### [EXERCISE GOAL]
The following data has a line with "return Err(smallest / largest);" and a line with "are listed first.". Write out exactly those lines and all the lines between them.

(Records from a dataset)
>>>>>

@pytest.mark.parametrize("name", CRYSTALS)
def test_dimensions_are_those_of_the_general_library(name):
    """Source: pymatgen, which applies Larsen and others 2019, Phys. Rev. Materials 3, 034003, to the same bonds."""
    structure = listed(name)
    bonds = bonds_of(structure)
    other = OtherStructure(Lattice(structure.lattice), structure.elements, structure.fractional)
    graph = StructureGraph.from_empty_graph(other)
    for i, j, shift in zip(bonds.first.tolist(), bonds.second.tolist(), bonds.shift.tolist(), strict=True):
        graph.add_edge(i, j, from_jimage=(0, 0, 0), to_jimage=tuple(shift), warn_duplicates=False)
    expected = [
        (component["dimensionality"], len(component["structure_graph"].structure))
        for component in get_structure_components(graph)
    ]
    assert sorted((unit.dimension, len(unit.atoms)) for unit in units_of(structure)) == sorted(expected)


@pytest.mark.parametrize("name", CRYSTALS)
def test_every_atom_belongs_to_one_unit(name):
    structure = listed(name)
    atoms = np.concatenate([unit.atoms for unit in units_of(structure)])
    assert sorted(atoms.tolist()) == list(range(len(structure)))


@pytest.mark.parametrize("name", CRYSTALS)
def test_translations_put_finite_units_together(name):
    """Within a molecule every bond has its length without further translations."""
    structure = listed(name)
    bonds, place = bonds_of(structure), {}
    for unit in units_of(structure):
        if unit.dimension == 0:
            positions = (structure.fractional[unit.atoms] + unit.shifts) @ structure.lattice
            place |= dict(zip(unit.atoms.tolist(), positions, strict=True))
    for i, j, length in zip(bonds.first.tolist(), bonds.second.tolist(), bonds.distance, strict=True):
        if i in place:
            assert np.linalg.norm(place[i] - place[j]) == pytest.approx(length)


def altered(structure: Structure, matrix: np.ndarray, origin: np.ndarray, order: np.ndarray) -> Structure:
    """The same crystal in other axes (rows of `matrix` times the old), about another origin, atoms in another order."""
    fractional = (structure.fractional + origin) @ np.linalg.inv(matrix)
    sites = tuple(structure.sites[index] for index in order)
    return Structure(matrix @ structure.lattice, fractional[order], sites)
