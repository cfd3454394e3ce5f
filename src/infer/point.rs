//! A fit with what every formula needs there: derivatives, Jacobians, scale, tangent spaces.

use super::information::{Sandwich, sandwich};
use crate::likelihood::{Information, LogLikelihood, Order};
use crate::math::linear::{null_space, symmetric_eigen};
use crate::math::{Matrix, Vector};
use crate::restriction::{Role, System};
use crate::solve::Fit;

/// Eigenvalues of a scaled, projected information below this part of the largest are rounding, not information.
const DEFINITE: f64 = 1e-12;
/// A scaled restriction that keeps less than this part of its length beside the others depends on them (contract,
/// section 5: singular values below 1e-9 of the largest count as zero).
const DEPENDENT: f64 = 1e-9;
/// Share of a free direction below which a parameter does not move along it; an orthonormal basis carries 1e-16 noise.
const MOTIONLESS: f64 = 1e-13;

/// A fit seen against the whole system of restrictions, in working coordinates.
pub(super) struct Point<'a> {
    /// The log-likelihood.
    pub likelihood: &'a dyn LogLikelihood,
    /// All restrictions, tested ones included, whether or not this fit imposes them.
    pub system: &'a System,
    /// The fit.
    pub fit: &'a Fit,
    /// Gradient of l.
    pub gradient: Vector,
    /// Hessian of l.
    pub hessian: Matrix,
    /// Jacobian rows of what is not tested, and of the active edges.
    pub held: Matrix,
    /// Jacobian rows of the tested restrictions.
    pub tested: Matrix,
    /// Where the tested restrictions stand in the system.
    pub tested_at: Vec<usize>,
    /// Multipliers of the whole system, those of tested restrictions set to 0.
    pub held_multipliers: Vector,
}

impl<'a> Point<'a> {
    /// `multipliers` belong to the whole system; those of tested restrictions are not looked at.
    pub fn new(likelihood: &'a dyn LogLikelihood, system: &'a System, fit: &'a Fit, multipliers: &Vector) -> Self {
        let n = fit.phi.len();
        let evaluation = likelihood.evaluate(&fit.phi, Order::Hessian);
        let jacobian = likelihood.coordinates().jacobian(&system.jacobian(&fit.theta));
        let is_tested: Vec<bool> = system.items().iter().map(|r| r.role == Role::Tested).collect();
        let tested_at: Vec<usize> = (0..is_tested.len()).filter(|&i| is_tested[i]).collect();
        let held_at: Vec<usize> = (0..is_tested.len()).filter(|&i| !is_tested[i]).collect();
        let mut edges = Matrix::zeros(fit.edges.len(), n);
        for (row, edge) in fit.edges.iter().enumerate() {
            edges[(row, edge.parameter)] = 1.0;
        }
        let edges = likelihood.coordinates().jacobian(&edges);
        let mut gradient = evaluation.gradient;
        for edge in &fit.edges {
            // An imposed edge takes no part in any direction; an infinite slope there must not become 0 times infinity.
            if !gradient[edge.parameter].is_finite() {
                gradient[edge.parameter] = 0.0;
            }
        }
        let mut held_multipliers = multipliers.clone();
        tested_at.iter().for_each(|&i| held_multipliers[i] = 0.0);
        Point {
            likelihood,
            system,
            fit,
            gradient,
            hessian: evaluation.hessian,
            held: stack(&jacobian.select_rows(&held_at), &edges),
            tested: jacobian.select_rows(&tested_at),
            tested_at,
            held_multipliers,
        }
    }

    /// The natural step of each coordinate, I_jj^-1/2, 1 where that is unavailable.
    pub fn scale(bread: &Matrix) -> Vector {
        bread.diagonal().map(|d| if d.is_finite() && d > 0.0 { d.sqrt().recip() } else { 1.0 })
    }

    /// Positions (among the tested) of restrictions independent of the held ones and of each other, in order; those that
    /// the search found redundant are left out first. Their number is rank(H Z_A), the degrees of freedom.
    pub fn independent(&self, scale: &Vector) -> Vec<usize> {
        let z = free(&self.held, scale);
        let mut kept = Vec::new();
        let mut basis: Vec<Vector> = Vec::new();
        for (position, at) in self.tested_at.iter().enumerate() {
            if self.fit.redundant.contains(at) {
                continue;
            }
            let row = self.tested.row(position);
            let length = row.transpose().component_mul(scale).norm();
            let mut rest: Vector = z.tr_mul(&row.transpose());
            // Twice is enough (Kahan; Parlett, The Symmetric Eigenvalue Problem, section 6.9).
            for _ in 0..2 {
                for b in &basis {
                    let along = b.dot(&rest);
                    rest.axpy(-along, b, 1.0);
                }
            }
            let left = rest.norm();
            if left > DEPENDENT * length {
                basis.push(rest / left);
                kept.push(position);
            }
        }
        kept
    }

    /// Z (Z' I Z)^-1 Z' with Z the free directions under `rows`, and the filling. `Err` says in words that the matrix is
    /// not positive definite there, and which kinds would serve.
    pub fn inverse(
        &self,
        rows: &Matrix,
        kind: Information,
        multipliers: &Vector,
    ) -> Result<(Matrix, Sandwich), String> {
        let parts = sandwich(self, kind, multipliers)?;
        match projected_inverse(rows, &parts.bread) {
            Ok(c) => Ok((c, parts)),
            Err(ratio) => {
                let serving: Vec<&str> = [Information::Expected, Information::Outer, Information::Observed]
                    .into_iter()
                    .filter(|&other| other != kind && !(kind == Information::Robust && other == Information::Observed))
                    .filter(|&other| {
                        sandwich(self, other, multipliers).is_ok_and(|s| projected_inverse(rows, &s.bread).is_ok())
                    })
                    .map(Information::text)
                    .collect();
                let name =
                    if kind == Information::Robust { "observed (the bread of the robust form)" } else { kind.text() };
                let advice = match serving.as_slice() {
                    [] => "no other kind serves here either: free directions are not identified".to_string(),
                    some => format!("{} information would serve", some.join(" or ")),
                };
                Err(format!(
                    "the {name} information is not positive definite along the directions left free \
                     (smallest eigenvalue {ratio:.2e} of the largest); {advice}"
                ))
            }
        }
    }

    /// Names of parameters at a closed end of their range that are not held by an active edge: the tested restrictions put
    /// them there.
    pub fn put_on_edge(&self) -> Vec<&str> {
        let free = |j: usize| self.fit.edges.iter().all(|e| e.parameter != j);
        let on = |j: usize| {
            let (x, r) = (self.fit.theta[j], self.likelihood.parameters()[j].range);
            // A restriction is met to 1e-9 (contract, section 5), so its value may miss the end by that.
            (r.low_closed && (x - r.low).abs() <= 1e-9 * (1.0 + r.low.abs()))
                || (r.high_closed && (x - r.high).abs() <= 1e-9 * (1.0 + r.high.abs()))
        };
        (0..self.fit.theta.len())
            .filter(|&j| free(j) && on(j))
            .map(|j| self.likelihood.parameters()[j].name.as_str())
            .collect()
    }

    /// Names of the parameters on an active edge.
    pub fn edge_names(&self) -> Vec<&str> {
        self.fit.edges.iter().map(|e| self.likelihood.parameters()[e.parameter].name.as_str()).collect()
    }
}

/// One matrix above the other.
pub(super) fn stack(top: &Matrix, bottom: &Matrix) -> Matrix {
    let n = top.ncols().max(bottom.ncols());
    let mut out = Matrix::zeros(top.nrows() + bottom.nrows(), n);
    if top.nrows() > 0 {
        out.rows_mut(0, top.nrows()).copy_from(top);
    }
    if bottom.nrows() > 0 {
        out.rows_mut(top.nrows(), bottom.nrows()).copy_from(bottom);
    }
    out
}

/// A basis of the directions `rows` leave free, orthonormal in units of `scale`, n by k.
pub(super) fn free(rows: &Matrix, scale: &Vector) -> Matrix {
    let n = scale.len();
    let mut scaled = Matrix::zeros(rows.nrows(), n);
    for i in 0..rows.nrows() {
        let row = rows.row(i).transpose().component_mul(scale);
        let length = row.norm();
        if length > 0.0 {
            scaled.row_mut(i).copy_from(&(row / length).transpose());
        }
    }
    // Rows that are not finite leave nothing to stand on: no direction is called free.
    let mut z = null_space(&scaled, DEPENDENT).map_or_else(|_| Matrix::zeros(n, 0), |(_, z, _)| z);
    for j in 0..n {
        if z.row(j).norm() < MOTIONLESS {
            z.row_mut(j).fill(0.0);
        }
        z.row_mut(j).scale_mut(scale[j]);
    }
    z
}

/// C = Z (Z' I Z)^-1 Z'; `Err` holds the smallest eigenvalue of Z' I Z over the largest in size.
fn projected_inverse(rows: &Matrix, bread: &Matrix) -> Result<Matrix, f64> {
    let z = free(rows, &Point::scale(bread));
    let n = bread.nrows();
    if z.ncols() == 0 {
        return Ok(Matrix::zeros(n, n));
    }
    let inner = symmetric(&z.tr_mul(&(bread * &z)));
    let (eigenvalues, _) = symmetric_eigen(&inner).map_err(|_| f64::NAN)?;
    let (smallest, largest) = (eigenvalues[0], eigenvalues.amax());
    if !(smallest > DEFINITE * largest) {
        return Err(smallest / largest);
    }
    let factor = inner.cholesky().ok_or(smallest / largest)?;
    Ok(symmetric(&(&z * factor.solve(&z.transpose()))))
}

/// The symmetric part, so that rounding does not make a matrix lopsided.
pub(super) fn symmetric(matrix: &Matrix) -> Matrix {
    (matrix + matrix.transpose()) * 0.5
}
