//! What is to be inferred, and how.

use super::Warning;
use crate::likelihood::Information;
use crate::solve::Search;

/// Which tests are wanted.
#[derive(Debug, Clone, Copy, PartialEq, Eq)]
pub struct Tests {
    /// Score (Lagrange-multiplier) test; needs the restricted fit only.
    pub score: bool,
    /// Likelihood-ratio test.
    pub lr: bool,
    /// Wald test.
    pub wald: bool,
}

impl Tests {
    /// All three.
    pub const ALL: Tests = Tests { score: true, lr: true, wald: true };

    /// Whether the unrestricted fit has to be made.
    pub fn need_unrestricted(self) -> bool {
        self.lr || self.wald
    }
}

/// What is to be inferred, and how.
#[derive(Debug, Clone, PartialEq)]
pub struct Options {
    /// Which information; `None` takes expected where the likelihood has it and prefers it, else observed.
    pub information: Option<Information>,
    /// Which tests are wanted.
    pub tests: Tests,
    /// Confidence of the intervals, between 0 and 1.
    pub confidence: f64,
    /// How the maxima are searched.
    pub search: Search,
    /// Warnings that only the caller can know (small expected counts, say); they are listed first.
    pub warnings: Vec<Warning>,
}

impl Default for Options {
    fn default() -> Self {
        Options {
            information: None,
            tests: Tests::ALL,
            confidence: 0.95,
            search: Search::default(),
            warnings: Vec::new(),
        }
    }
}
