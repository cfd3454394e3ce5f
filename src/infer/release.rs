//! What the data would gain by releasing the tested restrictions: the common ground of score test and multipliers.

use super::point::Point;
use crate::likelihood::Information;
use crate::math::{Cholesky, Matrix};

/// C, V and, for the robust form, M of the contract's section on information, over an independent set of tested rows.
pub(super) struct Release {
    /// Positions, among the tested, of the rows kept; their number is the degrees of freedom.
    pub kept: Vec<usize>,
    /// Jacobian of the rows kept.
    pub h: Matrix,
    /// C = Z_A (Z_A' I Z_A)^-1 Z_A'.
    pub c: Matrix,
    /// V = H C H'.
    pub v: Matrix,
    /// M = H C J C H' (robust form), else V itself.
    pub m: Matrix,
    /// Cholesky factor of V.
    pub v_factor: Cholesky,
    /// Cholesky factor of M.
    pub m_factor: Cholesky,
}

impl Release {
    /// At a restricted or an unrestricted fit; `kept` from [`Point::independent`].
    pub fn new(point: &Point, kind: Information, kept: Vec<usize>) -> Result<Release, String> {
        let (root, parts) = point.inverse(&point.held, kind, &point.held_multipliers)?;
        let c = &root * root.transpose();
        let h = point.tested.select_rows(&kept);
        let v = &h * &c * h.transpose();
        let m = match parts.filling {
            Some(j) => &h * &c * j * &c * h.transpose(),
            None => v.clone(),
        };
        let factor = |x: &Matrix, what: &str| {
            let cholesky = super::point::symmetric(x).cholesky();
            cholesky.ok_or_else(|| {
                format!(
                    "{what} of the tested restrictions is singular with {} information; another kind may serve",
                    kind.text()
                )
            })
        };
        let v_factor = factor(&v, "the covariance")?;
        let m_factor = factor(&m, "the robust covariance")?;
        Ok(Release { kept, h, c, v, m, v_factor, m_factor })
    }
}
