//! The four information matrices at a point, in working coordinates, as the tests and covariances use them.

use super::point::{Point, pinned};
use crate::likelihood::Information;
use crate::math::{Matrix, Vector};

/// The matrix that is inverted, and for the robust form what is put between two inverses (White 1982; Boos 1992).
pub(super) struct Sandwich {
    /// The information, or the bread.
    pub bread: Matrix,
    /// Sum of s s' over the rows; robust form only.
    pub filling: Option<Matrix>,
}

/// The information of this kind at the point. `multipliers` (one a restriction of the whole system) say whose curvature
/// belongs to minus the Hessian: the maintained ones' for tests, all for the restricted covariance. `rows` are what is
/// imposed where the matrix will be used.
pub(super) fn sandwich(
    point: &Point,
    kind: Information,
    multipliers: &Vector,
    rows: &Matrix,
) -> Result<Sandwich, String> {
    let bread = match kind {
        Information::Expected | Information::Outer => point
            .likelihood
            .information(kind, &point.fit.phi)
            .ok_or_else(|| format!("this likelihood has no {} information", kind.text()))?,
        Information::Observed | Information::Robust => {
            let curvature = point.system.curvature(&point.fit.theta, multipliers);
            point.likelihood.coordinates().form(&curvature) - &point.hessian
        }
    };
    let filling = match kind {
        Information::Robust => Some(
            point
                .likelihood
                .information(Information::Outer, &point.fit.phi)
                .ok_or("this likelihood has no outer-product information, which the robust form is filled with")?,
        ),
        _ => None,
    };
    let bread = clean(point, bread, 1.0, kind, rows)?;
    let filling = filling.map(|j| clean(point, j, 0.0, kind, rows)).transpose()?;
    Ok(Sandwich { bread, filling })
}

/// Takes a parameter that `rows` pin (an active edge, say) out of a matrix where its entries are not finite: no direction
/// left free meets them. Anywhere else an entry that is not finite leaves no statistic.
fn clean(point: &Point, mut matrix: Matrix, diagonal: f64, kind: Information, rows: &Matrix) -> Result<Matrix, String> {
    let n = matrix.nrows();
    if matrix.iter().all(|x| x.is_finite()) {
        return Ok(matrix);
    }
    let pinned = pinned(rows, n);
    for j in (0..n).filter(|&j| pinned[j]) {
        if (0..n).any(|i| !matrix[(i, j)].is_finite() || !matrix[(j, i)].is_finite()) {
            matrix.row_mut(j).fill(0.0);
            matrix.column_mut(j).fill(0.0);
            matrix[(j, j)] = diagonal;
        }
    }
    match (0..n).find(|&j| (0..n).any(|i| !matrix[(i, j)].is_finite())) {
        None => Ok(matrix),
        Some(j) => {
            let j = (0..n).find(|&i| !matrix[(i, i)].is_finite()).unwrap_or(j);
            let name = &point.likelihood.parameters()[j].name;
            Err(format!("the {} information of {name} is not finite at {}", kind.text(), point.fit.theta[j]))
        }
    }
}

<<<<<

### [SOLUTION FOR THIS EXERCISE]
        return Err(smallest / largest);
    }
    let factor = inner.cholesky().ok_or(smallest / largest)?;
    Ok(symmetric(&(&z * factor.solve(&z.transpose()))))
}

/// The symmetric part, so that rounding does not make a matrix lopsided.
pub(super) fn symmetric(matrix: &Matrix) -> Matrix {
    (matrix + matrix.transpose()) * 0.5
}
//! What is to be inferred, and how.

use super::Warning;
use crate::likelihood::Information;
use crate::solve::Search;

/// Which tests are wanted.
#[derive(Debug, Clone, Copy, PartialEq, Eq)]
pub struct Tests {
    /// Score (Lagrange-multiplier) test; needs the restricted fit only.
    pub score: bool,
    /// Likelihood-ratio test.
    pub lr: bool,
    /// Wald test.
    pub wald: bool,
}

impl Tests {
    /// All three.
    pub const ALL: Tests = Tests { score: true, lr: true, wald: true };

    /// Whether the unrestricted fit has to be made.
    pub fn need_unrestricted(self) -> bool {
        self.lr || self.wald
    }
}

/// What is to be inferred, and how.
#[derive(Debug, Clone, PartialEq)]
pub struct Options {
    /// Which information; `None` takes expected where the likelihood has it and prefers it, else observed.
    pub information: Option<Information>,
    /// Which tests are wanted.
    pub tests: Tests,
    /// Confidence of the intervals, between 0 and 1.
    pub confidence: f64,
    /// How the maxima are searched.
    pub search: Search,
    /// Warnings that only the caller can know (small expected counts, say); they are listed first.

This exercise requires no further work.